__Aim of the task__: Search the material below for lines containing the string "isUnavailable", and copy every one you find.

****************

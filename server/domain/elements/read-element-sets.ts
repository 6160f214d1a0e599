import { and, desc, eq, isNull, isNotNull, sql } from 'drizzle-orm'
import { z } from 'zod'
import type { ElementSetOut, elementSetsQuery } from '#shared/schemas/elements'
import type { Db } from '~~/server/database/client'
import { audit, elementSets, elementUploads, spacecraft } from '~~/server/database/schema'
import type { Deps } from '../context'
import { cursorInstant, readCursor, toPage } from '../cursor'
import { DomainError } from '../errors'
import { apsidesKm } from './apsides'
import { ruleDeclines } from './trail-words'
import { isFound, isHandled, isOfUpload } from './unassigned-sets'

/** Why the rule of its spacecraft, as it stands, has left a waiting set to people. */
const ruleDeclined = sql<string | null>`CASE WHEN ${elementSets.state} = 'waiting' AND ${spacecraft.autoUse} IS NOT NULL THEN (
  SELECT declined.reason FROM ${audit} AS declined
  WHERE declined.entity_kind = 'element-set' AND declined.entity_id = ${elementSets.id}::text AND declined.action = ${ruleDeclines} AND declined.after -> 'rule' = ${spacecraft.autoUse}
  ORDER BY declined.id DESC LIMIT 1) END`

const select = (db: Pick<Db, 'select'>) => db.select({ set: elementSets, spacecraftName: spacecraft.name, uploadedAt: elementUploads.createdAt, uploadedBy: elementUploads.by, ruleDeclined })
  .from(elementSets)
  .innerJoin(elementUploads, eq(elementUploads.id, elementSets.uploadId))
  .leftJoin(spacecraft, eq(spacecraft.id, elementSets.spacecraftId))
  .$dynamic()
type Row = Awaited<ReturnType<typeof select>>[number]

function toOut({ set, spacecraftName, uploadedAt, uploadedBy, ruleDeclined }: Row, now: Date): ElementSetOut {
  const { id, uploadId, spacecraftId, state, name, catalogueNumber, designator, epochUtcUs, sha256, originalText, warnings, decidedBy, reason } = set
  const { inclinationDeg, eccentricity, meanMotionRevPerDay, bstar } = set.elements
  return {
    id, uploadId, spacecraftId, spacecraftName, state, name, catalogueNumber, designator,
    epoch: set.epoch.toISOString(), epochUtcUs,
    ageHours: (now.getTime() - epochUtcUs / 1000) / 3_600_000,
    ...apsidesKm(set.elements),
    inclinationDeg, eccentricity, meanMotionRevPerDay, bstar,
    sha256, originalText, warnings,
    uploadedAt: uploadedAt.toISOString(), uploadedBy,
    decidedAt: set.decidedAt?.toISOString() ?? null, decidedBy, reason,
    useAt: set.useAt?.toISOString() ?? null, useScheduledBy: set.useScheduledBy, ruleDeclined,
  }
}

/** Element sets, newest epoch first. */
export async function listElementSets({ db, now }: Pick<Deps, 'db' | 'now'>, query: z.output<typeof elementSetsQuery>) {
  const after = readCursor(query.cursor, z.tuple([cursorInstant, z.uuid()]))
  const rows = await select(db)
    .where(and(
      query.spacecraftId ? eq(elementSets.spacecraftId, query.spacecraftId) : undefined,
      query.state ? eq(elementSets.state, query.state) : undefined,
      query.unassigned === 'true' ? isNull(elementSets.spacecraftId) : query.unassigned === 'false' ? isNotNull(elementSets.spacecraftId) : undefined,
      query.handling ? isHandled(query.handling) : undefined,
      query.uploadId ? isOfUpload(db, query.uploadId) : undefined,
      query.q ? isFound(query.q) : undefined,
      after ? sql`(${elementSets.epoch}, ${elementSets.id}) < (${after[0]}::timestamptz, ${after[1]}::uuid)` : undefined,
    ))
    .orderBy(desc(elementSets.epoch), desc(elementSets.id)).limit(query.limit + 1)
  const page = toPage(rows, query.limit, ({ set }) => [set.epoch.toISOString(), set.id])
  return { items: page.rows.map(row => toOut(row, now)), nextCursor: page.nextCursor }
}

export async function getElementSet({ db, now }: Pick<Deps, 'db' | 'now'>, id: string): Promise<ElementSetOut> {
  const [row] = await select(db).where(eq(elementSets.id, id))
  if (!row) throw new DomainError('not-found', 'There is no element set under this address.')
  return toOut(row, now)
}
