import type { LineNote } from '#shared/formats/elements/read-elements'
import type { MeanElements } from '#shared/physics/types'

/** A spacecraft by what a set can name it: plain data, to cross to a worker. */
export interface Named { readonly id: string, readonly name: string, readonly number: string | null, readonly designator: string | null }

export interface Match { spacecraftId: string, warning: LineNote | null }
export type Matcher = (elements: MeanElements, line: number) => Match | null

/** 00005 and 5 are one number. */
const bare = (number: string) => number.replace(/^0+(?=\d)/, '')

/**
 * Finds the spacecraft that a set belongs to: by catalogue number, then by designator, then by name whatever its case. A
 * match by the latter two whose catalogue numbers differ is made with a warning.
 */
export function createMatcher(fleet: readonly Named[]): Matcher {
  const index = (keyOf: (row: Named) => string | null | undefined) => {
    const found = new Map<string, Named>()
    for (const row of fleet) {
      const key = keyOf(row)
      if (key && !found.has(key)) found.set(key, row)
    }
    return found
  }
  const byNumber = index(row => row.number && bare(row.number))
  const byDesignator = index(row => row.designator)
  const byName = index(row => row.name.trim().toLowerCase())

  return ({ catalogueNumber, designator, name }, line) => {
    const number = catalogueNumber === null ? null : bare(catalogueNumber)
    const numbered = number === null ? undefined : byNumber.get(number)
    if (numbered) return { spacecraftId: numbered.id, warning: null }
    const designated = designator === null ? undefined : byDesignator.get(designator.trim().toUpperCase())
    const row = designated ?? (name === null ? undefined : byName.get(name.trim().toLowerCase()))
    if (!row) return null
    const differs = number !== null && row.number !== null
    const message = `Taken for ${row.name} by its ${designated ? 'designator' : 'name'}, although the set bears catalogue number ${catalogueNumber} and the spacecraft ${row.number}. Check that it is the same object.`
    return { spacecraftId: row.id, warning: differs ? { line, ...(name === null ? {} : { name }), code: 'other-number', message } : null }
  }
}
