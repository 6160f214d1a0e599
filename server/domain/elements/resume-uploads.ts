import { inArray } from 'drizzle-orm'
import { elementUploads } from '~~/server/database/schema'
import type { Deps } from '../context'
import { markBroken, readUpload } from './read-upload'

/**
 * Called at boot: uploads that a stopped process left half done are read now. An upload's original is stored with
 * its row, so nothing has to be sent again; one that cannot be stored either way is marked failed.
 */
export async function resumeUploads(deps: Deps): Promise<{ resumed: number, broken: number }> {
  const left = await deps.db.select({ id: elementUploads.id }).from(elementUploads)
    .where(inArray(elementUploads.state, ['receiving', 'reading'])).orderBy(elementUploads.createdAt)
  let broken = 0
  for (const { id } of left) {
    try {
      await readUpload(deps, id)
    }
    catch {
      broken++
      await markBroken(deps.db, id)
    }
  }
  return { resumed: left.length - broken, broken }
}
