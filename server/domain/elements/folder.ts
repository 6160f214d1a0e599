import { createHash } from 'node:crypto'
import type { FileHandle } from 'node:fs/promises'
import { setTimeout as wait } from 'node:timers/promises'
import { and, desc, eq, gt, inArray, or, sql } from 'drizzle-orm'
import { uploadLimitBytes } from '#shared/routes'
import { elementUploads } from '~~/server/database/schema'
import type { Deps, ServerActor } from '../context'
import { readSettings } from '../settings/read-settings'
import type { FolderFile } from './folder-files'
import { filesIn, openSeen, putAway } from './folder-files'
import { receiveUpload, storeHeld } from './receive-upload'
import { findUpload, getUpload } from './show-uploads'
import { takeLock } from './storing-turn'
import { isInHand } from './upload-columns'
import { readOrLeave } from './upload-elements'

export const folderActor: ServerActor = { kind: 'system', name: 'Watched folder' }

/** What the last look has seen, by name: a file is taken when the next one finds it unchanged. */
export type FolderMemory = Map<string, Pick<FolderFile, 'size' | 'mtimeMs'>>

const keepAliveMs = 10_000
const patienceMs = 120_000

/**
 * Looks at the watched folder once, if one is set: uploads each file that has stopped growing since the last look and
 * moves it to done/ or refused/, its report beside it. One server at a time; a file cut off half-way is taken again, and
 * the same bytes give the result that they gave before. Gives the names of what it has put away.
 */
export async function lookAtFolder(deps: Pick<Deps, 'db' | 'now'>, memory: FolderMemory): Promise<string[]> {
  const { watchedFolder } = await readSettings(deps.db)
  if (!watchedFolder) {
    memory.clear()
    return []
  }
  const files = await filesIn(watchedFolder)
  const settled = files.filter(({ name, size, mtimeMs }) => memory.get(name)?.size === size && memory.get(name)?.mtimeMs === mtimeMs)
  memory.clear()
  for (const { name, size, mtimeMs } of files) memory.set(name, { size, mtimeMs })
  if (settled.length === 0) return []
  return deps.db.transaction(async (tx) => {
    if (!await takeLock(tx, 'elements-folder')) return []
    // The lock lasts as long as its connection, which must not look forgotten while a large file is read.
    const alive = setInterval(() => void Promise.resolve(tx.execute(sql`SELECT 1`)).catch(() => {}), keepAliveMs)
    const taken: string[] = []
    try {
      for (const file of settled) {
        await tx.execute(sql`SELECT 1`)
        if (await take({ ...deps, actor: folderActor }, watchedFolder, file)) taken.push(file.name)
      }
    }
    finally {
      clearInterval(alive)
    }
    return taken
  })
}

async function take(deps: Deps<ServerActor>, folder: string, seen: FolderFile): Promise<boolean> {
  const file = await openSeen(folder, seen)
  if (!file) return false
  try {
    if (seen.size > uploadLimitBytes) {
      await putAway(folder, seen.name, 'refused', reportText({ state: 'failed', detail: `The file has ${seen.size} bytes; at most ${uploadLimitBytes} are read. Split it.` }))
      return true
    }
    const id = await uploadOf(deps, file, seen.name)
    const report = await ended(deps, id)
    if (!report) return false
    await putAway(folder, seen.name, report.state === 'finished' ? 'done' : 'refused', reportText(report))
    return true
  }
  finally {
    await file.close()
  }
}

const reportText = (report: object): string => `${JSON.stringify(report, null, 2)}\n`

/** The upload that these bytes have become before, or become now. */
async function uploadOf(deps: Deps<ServerActor>, file: FileHandle, name: string): Promise<string> {
  const pieces = () => file.createReadStream({ start: 0, autoClose: false })
  const hash = createHash('sha256')
  for await (const piece of pieces()) hash.update(piece as Buffer)
  const sha256 = hash.digest('hex')
  // One that failed without a refusal was no fault of the file.
  const [before] = await deps.db.select({ id: elementUploads.id }).from(elementUploads)
    .where(and(eq(elementUploads.sha256, sha256), eq(elementUploads.source, 'folder'), or(inArray(elementUploads.state, ['reading', 'finished']), and(eq(elementUploads.state, 'failed'), gt(elementUploads.refused, 0)))))
    .orderBy(desc(elementUploads.createdAt)).limit(1)
  if (before) return before.id
  const origin = { source: 'folder' as const, fileName: name }
  const received = await receiveUpload(deps, origin, pieces())
  return received.kind === 'stored' ? received.id : storeHeld(deps, origin, received)
}

/** The upload's report when it has ended, read here or elsewhere; null where it takes too long to wait for. */
async function ended(deps: Deps<ServerActor>, id: string) {
  await readOrLeave(deps, id)
  for (let waitedMs = 0; waitedMs < patienceMs; waitedMs += 500) {
    if (!isInHand(await findUpload(deps.db, id))) return getUpload(deps, id)
    await wait(500)
  }
  return null
}
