import type { UploadOut } from '#shared/schemas/elements'
import type { Deps } from '../context'
import { DomainError, isUnavailable } from '../errors'
import { lifecycle } from '../schedule/lifecycle'
import { getUpload } from './show-uploads'
import type { UploadOutcome } from './read-upload'
import { errorsShown, markBroken, readUpload } from './read-upload'
import type { Received, UploadOrigin } from './receive-upload'
import { receiveUpload, storeHeld } from './receive-upload'

export interface TakeUp extends UploadOrigin {
  /** Where the sender finds the problems of a file that is refused whole: the field's name. */
  path?: string
}
export interface UploadInput extends TakeUp {
  /** What was sent, byte for byte. */
  bytes: Buffer
}

/** Handed the end of a reading that goes on behind the answer, to wait for or to log. */
export type OnBackground = (work: Promise<unknown>) => void
const unattended: OnBackground = work => void work.catch(() => {})

/** Receives element sets that are all there, and takes them up. */
export async function uploadElements(deps: Deps, { bytes, path, ...origin }: UploadInput, onBackground?: OnBackground): Promise<UploadOut> {
  return takeUpUpload(deps, { ...origin, path }, await receiveUpload(deps, origin, [bytes]), onBackground)
}

/**
 * Takes up an upload that has been received. Up to 1 MB: the finished report; a file refused whole throws `not-valid`
 * with its lines, and the upload stays on record as failed. Above: the report in state `reading`, and reading goes on.
 */
export async function takeUpUpload(deps: Deps, { path = 'file', ...origin }: TakeUp, received: Received, onBackground = unattended): Promise<UploadOut> {
  if (received.kind === 'stored') {
    onBackground(readOrLeave(deps, received.id))
    return getUpload(deps, received.id)
  }
  const id = await storeHeld(deps, origin, received)
  const outcome = await readOrLeave(deps, id)
  if (outcome.kind === 'refused') {
    const more = outcome.count > errorsShown ? ` The first ${errorsShown} are listed.` : ''
    throw new DomainError('not-valid', outcome.detail + more, outcome.errors.map(({ message, line }) => ({ path, message, line })))
  }
  return getUpload(deps, id)
}

/**
 * Reads an upload. One that the database was out of reach for, or that the server's own end cut off, is left as it is and
 * taken up again later, here or elsewhere; one that cannot be stored is marked failed.
 */
export async function readOrLeave(deps: Deps, id: string): Promise<UploadOutcome> {
  try {
    return await readUpload(deps, id)
  }
  catch (error) {
    const comesBack = lifecycle.stopping || isUnavailable(error) || (error instanceof DomainError && error.code === 'unavailable')
    // Where even this fails the upload stays in `reading` and is taken up again.
    if (!comesBack) await markBroken(deps, id).catch(() => {})
    throw error
  }
}
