import { and, eq, inArray, isNull } from 'drizzle-orm'
import type { LineNote } from '#shared/formats/elements/read-elements'
import type { Db } from '~~/server/database/client'
import { databaseNow } from '~~/server/database/client'
import { elementUploadNotes, elementUploads } from '~~/server/database/schema'
import { jsonBytes } from '~~/server/workers/tasks/batch'
import { recordAudit } from '../audit'
import type { Deps } from '../context'
import { pointOutMisfits } from './point-out-misfits'
import { storableNote, storableText } from './storable-text'
import { storeNotes } from './store-batch'
import { Cancelled, RefusedWhole, storeReading } from './store-reading'
import { inTurn, takeLock } from './storing-turn'
import type { UploadRow } from './upload-columns'
import { inHand } from './upload-columns'

export type UploadOutcome =
  | { kind: 'finished' | 'cancelled' }
  | { kind: 'refused', detail: string, errors: readonly LineNote[], count: number }
  /** Another server, or another call, has it in hand or has finished it. */
  | { kind: 'elsewhere' }

/** So many reasons go into the answer to a small file that is refused whole; its report has all. */
export const errorsShown = 100

/** Held by whoever stores the upload; the row itself stays free for what shows and cancels it. */
export const claimOf = (uploadId: string): string => `element-upload:${uploadId}`

/**
 * Reads a received upload and stores all its sets, or none, in one transaction with its report and its row of the
 * trail. A file that is refused whole ends as `failed`; its original stays. May be called again after a crash.
 */
export async function readUpload(deps: Deps, uploadId: string): Promise<UploadOutcome> {
  try {
    return await inTurn(deps.db, async (tx) => {
      if (!await takeLock(tx, claimOf(uploadId))) return { kind: 'elsewhere' }
      const [row] = await tx.select().from(elementUploads).where(and(eq(elementUploads.id, uploadId), eq(elementUploads.state, 'reading')))
      if (!row) return { kind: 'elsewhere' }
      if (row.cancelRequestedAt) throw new Cancelled()
      return readAndFinish({ ...deps, db: tx }, deps.db, row)
    })
  }
  catch (error) {
    if (!(error instanceof Cancelled)) throw error
    await markCancelled(deps, uploadId)
    return { kind: 'cancelled' }
  }
}

async function readAndFinish(deps: Deps, outside: Db, row: UploadRow): Promise<UploadOutcome> {
  try {
    // What is stored before the file turns out to be none is taken back, and only that.
    const { end, accepted, alreadyHeld } = await deps.db.transaction(tx => storeReading({ ...deps, db: tx }, outside, row))
    if (end.kind === 'refused') return refuse(deps, row.id, end.detail)
    await pointOutMisfits(deps, row.id)
    await finish(deps, row, { state: 'finished', format: end.format, accepted, alreadyHeld, refused: end.refusals })
    return { kind: 'finished' }
  }
  catch (error) {
    if (!(error instanceof RefusedWhole)) throw error
    await storeNotes(deps, row.id, jsonBytes(error.end.errors!.map(note => ({ kind: 'refusal', ...storableNote(note) }))))
    return refuse(deps, row.id, error.end.detail)
  }

  async function refuse(deps: Deps, id: string, detail: string): Promise<UploadOutcome> {
    const refusals = and(eq(elementUploadNotes.uploadId, id), eq(elementUploadNotes.kind, 'refusal'))
    const count = await deps.db.$count(elementUploadNotes, refusals)
    await finish(deps, row, { state: 'failed', refused: count, detail: storableText(detail) })
    const errors = await deps.db.select({ line: elementUploadNotes.line, code: elementUploadNotes.code, message: elementUploadNotes.message }).from(elementUploadNotes)
      .where(refusals).orderBy(elementUploadNotes.line, elementUploadNotes.id).limit(errorsShown)
    return { kind: 'refused', detail, errors, count }
  }
}

/** @throws Cancelled where somebody was quicker than the end */
async function finish(deps: Deps, { id, totalBytes }: UploadRow, values: Partial<typeof elementUploads.$inferInsert>): Promise<void> {
  const finishedAt = await databaseNow(deps.db)
  const [row] = await deps.db.update(elementUploads).set({ ...values, readBytes: totalBytes, finishedAt })
    .where(and(eq(elementUploads.id, id), eq(elementUploads.state, 'reading'), isNull(elementUploads.cancelRequestedAt))).returning()
  if (!row) throw new Cancelled()
  await recordUpload(deps, row)
}

async function recordUpload(deps: Deps, row: UploadRow): Promise<void> {
  const { sha256, totalBytes, fileName, source, state, format, accepted, alreadyHeld, refused } = row
  await recordAudit(deps, { action: 'element-sets.upload', entityKind: 'element-upload', entityId: row.id, after: { state, source, fileName, format, totalBytes, sha256, accepted, alreadyHeld, refused } })
}

/** Ends an upload that somebody has cancelled, unless it has ended otherwise: nothing of it is stored but its original. */
export async function markCancelled(deps: Deps, uploadId: string): Promise<void> {
  await endUnstored(deps, uploadId, { state: 'cancelled', detail: 'Cancelled before it was stored; nothing of it was kept.' })
}

/** Marks an upload whose storing broke off: nothing of it was kept but its original. */
export async function markBroken(deps: Deps, uploadId: string): Promise<void> {
  await endUnstored(deps, uploadId, { state: 'failed', detail: 'The server could not store this file; nothing of it was kept. Upload it again.' })
}

async function endUnstored(deps: Deps, uploadId: string, values: { state: 'cancelled' | 'failed', detail: string }): Promise<void> {
  await deps.db.transaction(async (tx) => {
    const finishedAt = await databaseNow(tx)
    const [row] = await tx.update(elementUploads).set({ ...values, finishedAt }).where(and(eq(elementUploads.id, uploadId), inArray(elementUploads.state, inHand))).returning()
    if (row) await recordUpload({ ...deps, db: tx }, row)
  })
}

****************

__Answer to the problem__:
import { DomainError, isUnavailable } from '../errors'
    const comesBack = lifecycle.stopping || isUnavailable(error) || (error instanceof DomainError && error.code === 'unavailable')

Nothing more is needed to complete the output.